Tudo faria crer que uma preocupação política dessas, sexagenária, já deveria ter revertido o quadro de sofrimento de nossos meninos, mas sabemos que isso não aconteceu. As crianças morrem vítimas da violência policial (veja o recente relatório da Anistia Internacional, com foco no Brasil), morrem de doenças insignificantes, têm dificuldade de entrar na escola e, quando entram, de permanecer nela. Em nosso país, segundo a Unicef, 25% das crianças de 4 a 6 anos não frequentam a escola e 64% das pobres não o fazem durante a primeira infância. E mais: o Brasil ainda tem 535 mil crianças de 7 a 14 anos — faixa na qual 98% delas estão matriculadas — longe da sala de aula, das quais 60% são negras. Sobre os jovens negros e pobres, no Brasil ou não, o relho da inação bate mais forte.

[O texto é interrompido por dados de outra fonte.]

#[test]
fn nsga2_dtlz2_with_four_objectives_converges() {
    // Source: DTLZ2 front with 4 objectives is the unit sphere in the positive orthant (Deb
    // et al. 2002); the final front near it, and the hypervolume history finite and positive.
    let p = Dtlz2 { m: 4, n: 13 };
    let run = nsga2_run(&p, 2, 10_000);
    let radii: Vec<f64> = run
        .population_front()
        .iter()
        .map(|f| f.iter().map(|v| v * v).sum::<f64>().sqrt())
        .collect();
    let mean = radii.iter().sum::<f64>() / radii.len() as f64;
    let worst = radii.iter().fold(0.0f64, |a, r| a.max(*r));
    println!("DTLZ2 m=4: mean |f| {mean:.4}, worst {worst:.4}");
    // NSGA-II converges more slowly beyond three objectives (Deb and Jain, IEEE TEC 18
    // (2014) 577), hence a wider tolerance than for three; a random start has a mean radius
    // of about 1.75 (1 + g with g about 9/12).
    assert!(mean < 1.15 && worst < 1.5, "mean {mean}, worst {worst}");
    let h = run.hv_history();
    assert!(h.iter().all(|v| v.is_finite()) && *h.last().unwrap() > 0.0);
}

Não bastasse esse quadro de desamparo, as guerras que não cessam tornam o grave um ponto alocado no meio de uma escala que alcança o trágico. Debruce sobre as notícias da Síria, de onde a família de Aylan Kurdi, o garoto encontrado emborcado numa praia turca, tentava fugir. Imagine a situação do Afeganistão. Se o leitor não tem uma referência sobre o país, sugiro a leitura de “Terra e cinzas” (Estação Liberdade), de Atiq Rahimi, romance no qual é contada a história de uma longa jornada em que avô e neto buscam avisar ao filho do primeiro e pai do segundo que a vila em que viviam foi destruída por um bombardeio e, da família, apenas os dois sobreviveram. O menino é surdo, melhor, ficou surdo pelos bombardeios. A guerra era a dos anos 1980, e pelo Afeganistão de hoje passa outra guerra no lugar daquela. Como estarão as crianças, que insistem em nascer? A mesma preocupação se aplica às palestinas e, de outra maneira, às israelenses.

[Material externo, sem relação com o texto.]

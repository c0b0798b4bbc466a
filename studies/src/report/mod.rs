//! `stria report DIR`: SVG figures and one self-contained HTML page for a run directory.
//!
//! Written to `DIR/report/`: `report.html` (every figure inlined, no external file, script or
//! URL, so it opens offline and can be mailed as one file) and each figure as its own SVG.
//! The unpatterned reference is the study's baseline design with open_fraction = 1 at the same
//! operating point, evaluated by the model.

pub mod html;

use std::path::Path;
use std::time::Instant;

use model::{Design, Drive, Evaluation, Options};

use crate::error::{io_error, CliError};
use crate::figures;
use crate::fsio::write_atomic;
use crate::rundir::{self, RunDir};

/// Designs shown in the current-voltage, profile and pattern figures (best in each objective).
pub const BEST_FEW: usize = 3;

/// One figure: file name, caption, SVG text.
#[derive(Debug, Clone)]
pub struct Figure {
    /// File name in the report folder.
    pub file: String,
    /// Caption under the figure.
    pub caption: String,
    /// SVG document.
    pub svg: String,
}

/// A chosen design for the detailed figures.
#[derive(Debug, Clone)]
pub struct Chosen {
    /// Front id.
    pub id: u64,
    /// Why it was chosen.
    pub why: String,
    /// The design.
    pub design: Design,
    /// Its evaluation with profiles.
    pub eval: Evaluation,
    /// The same design unpatterned (open fraction 1) at the same operating point, when the
    /// model could evaluate it.
    pub twin: Option<Evaluation>,
}

/// The whole report before it is written.
#[derive(Debug, Clone)]
pub struct Report {
    /// Figures in page order, grouped by section title.
    pub sections: Vec<(String, String, Vec<Figure>)>,
    /// The HTML page.
    pub html: String,
}

fn profiled(d: &Design, run: &RunDir, what: &str) -> Result<Evaluation, String> {
    let opts = Options {
        profiles: true,
        ..Options::default()
    };
    model::evaluate(d, &run.study.constants, &opts).map_err(|e| format!("{what}: {e}"))
}

fn cell_voltage(d: &Design, e: &Evaluation) -> f64 {
    match d.operation.drive {
        Drive::Voltage {
            cell_pair_voltage_v,
        } => cell_pair_voltage_v,
        Drive::Current { .. } => e.inputs.cell_pair_voltage_V,
    }
}

/// The best design of the front in each objective (natural direction), without repeats.
pub fn best_few(run: &RunDir) -> Vec<(u64, String)> {
    let mut out: Vec<(u64, String)> = Vec::new();
    for o in &run.study.objectives {
        let Some(c) = run.front.col(o.column()) else {
            continue;
        };
        let best = run
            .front
            .rows
            .iter()
            .filter(|r| r.values[c].is_finite())
            .max_by(|a, b| {
                let (x, y) = (a.values[c], b.values[c]);
                if o.maximise() {
                    x.total_cmp(&y)
                } else {
                    y.total_cmp(&x)
                }
                // on ties the lower id wins
                .then(b.id.cmp(&a.id))
            });
        if let Some(r) = best {
            match out.iter_mut().find(|(id, _)| *id == r.id) {
                Some((_, why)) => why.push_str(&format!(", best {}", o.key())),
                None => out.push((r.id, format!("best {}", o.key()))),
            }
        }
        if out.len() == BEST_FEW {
            break;
        }
    }
    out
}

/// The study's plant with every stage unpatterned (open fraction 1), evaluated.
fn unpatterned_plant(run: &RunDir) -> Option<model::plant::PlantEvaluation> {
    let s = &run.study;
    let mut plant = s.plant.plant(
        &rundir::unpatterned(&s.baseline),
        s.concentrate_gap_follows,
        s.concentrate_velocity_follows,
    );
    for stage in &mut plant.stages {
        stage.design.membranes.open_fraction = 1.0;
    }
    model::plant::evaluate_plant(&plant, &s.constants, &Options::default()).ok()
}

fn front_figures(
    run: &RunDir,
    baseline: Option<&model::plant::PlantEvaluation>,
) -> Result<Vec<Figure>, CliError> {
    let objs = &run.study.objectives;
    let mut figs = Vec::new();
    // the unpatterned reference may break a constraint the front respects: say so beside it
    let violated: Vec<&str> = baseline
        .map(|e| {
            run.study
                .constraints
                .iter()
                .filter(|c| c.g(e) > 0.0)
                .map(|c| c.key())
                .collect()
        })
        .unwrap_or_default();
    let baseline_label = if violated.is_empty() {
        "unpatterned reference".to_string()
    } else {
        format!(
            "unpatterned reference (infeasible: {})",
            violated.join(", ")
        )
    };
    let diag = "active_area_fraction";
    for a in 0..objs.len() {
        for b in (a + 1)..objs.len() {
            let (oa, ob) = (objs[a], objs[b]);
            let third = (0..objs.len()).find(|&k| k != a && k != b).map(|k| objs[k]);
            let (ccol, clabel) = match third {
                Some(o) => (
                    o.column().to_string(),
                    format!("{} ({})", o.key(), o.unit()),
                ),
                None => (diag.to_string(), "active-area fraction (-)".to_string()),
            };
            let (Some(ia), Some(ib)) = (run.front.col(oa.column()), run.front.col(ob.column()))
            else {
                return Err(CliError::input(
                    run.dir.join("front.csv"),
                    Some(1),
                    oa.column(),
                    "an objective column of the study is missing",
                    "front.csv written by `stria run` for this study",
                ));
            };
            let ic = run.front.col(&ccol);
            let pts: Vec<(f64, f64, f64)> = run
                .front
                .rows
                .iter()
                .map(|r| {
                    (
                        r.values[ia],
                        r.values[ib],
                        ic.map(|c| r.values[c]).unwrap_or(0.0),
                    )
                })
                .collect();
            let mark = baseline.map(|e| (oa.value(e), ob.value(e), baseline_label.as_str()));
            let svg = figures::scatter_coloured(
                &format!("Front: {} against {}", ob.key(), oa.key()),
                &format!("{} ({}, {})", oa.key(), oa.unit(), oa.direction()),
                &format!("{} ({}, {})", ob.key(), ob.unit(), ob.direction()),
                &clabel,
                &pts,
                mark,
            )?;
            figs.push(Figure {
                file: format!("front_{}_vs_{}.svg", ob.key(), oa.key()),
                caption: format!(
                    "The {} non-dominated designs in {} and {}, coloured by {}; the cross marks \
                     the unpatterned reference: the study's baseline design with an unpatterned \
                     membrane (open fraction 1) at the same operating point.",
                    pts.len(),
                    oa.key(),
                    ob.key(),
                    clabel
                ),
                svg,
            });
        }
    }
    Ok(figs)
}

fn hypervolume_figure(run: &RunDir) -> Result<Option<Figure>, CliError> {
    let pts: Vec<(f64, f64)> = run
        .history
        .iter()
        .map(|h| (h.evaluations, h.hypervolume))
        .filter(|p| p.0.is_finite() && p.1.is_finite())
        .collect();
    if pts.is_empty() {
        return Ok(None);
    }
    let svg = figures::xy_chart(
        "Hypervolume of the front against evaluations",
        "evaluations",
        "hypervolume (minimised objectives, fixed reference point)",
        &[figures::Series {
            name: "hypervolume".into(),
            points: pts,
            mark: figures::Mark::Line,
            colour: 1,
        }],
    )?;
    Ok(Some(Figure {
        file: "hypervolume.svg".into(),
        caption: "Hypervolume after each generation (history.csv): a flat tail means the search \
                  has stopped improving the front."
            .into(),
        svg,
    }))
}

Se a África, em regiões conflagradas ou não, fez alguma coisa para suas crianças tendo em vista a lista da ONU, baseou-se apenas no rascunho do que ali era intenção. Sabemos da penúria de povos que sofrem, ao lado da pobreza, a violência de estados corruptos e a insanidade de grupos radicais como o Boko Haram, que, não por acaso, elegem como alvo preferencial de ataque as crianças, em especial as meninas. Ferir a inocência e apressar seu fim é uma orquestração bem pensada, cujo intuito é melhor não compreender.

Eu erraria a mão ao escrever a crônica, sabia disso desde a primeira frase. Todavia, neste ano da graça de nosso Senhor, ano que faz questão de não jogar o pó da maldade para baixo do tapete, não posso me dar ao luxo de cantarolar por aí o leve refrão de Michael Sullivan e Paulo Massadas: “Hoje é o seu dia / que dia mais feliz”.  A felicidade tem passado longe.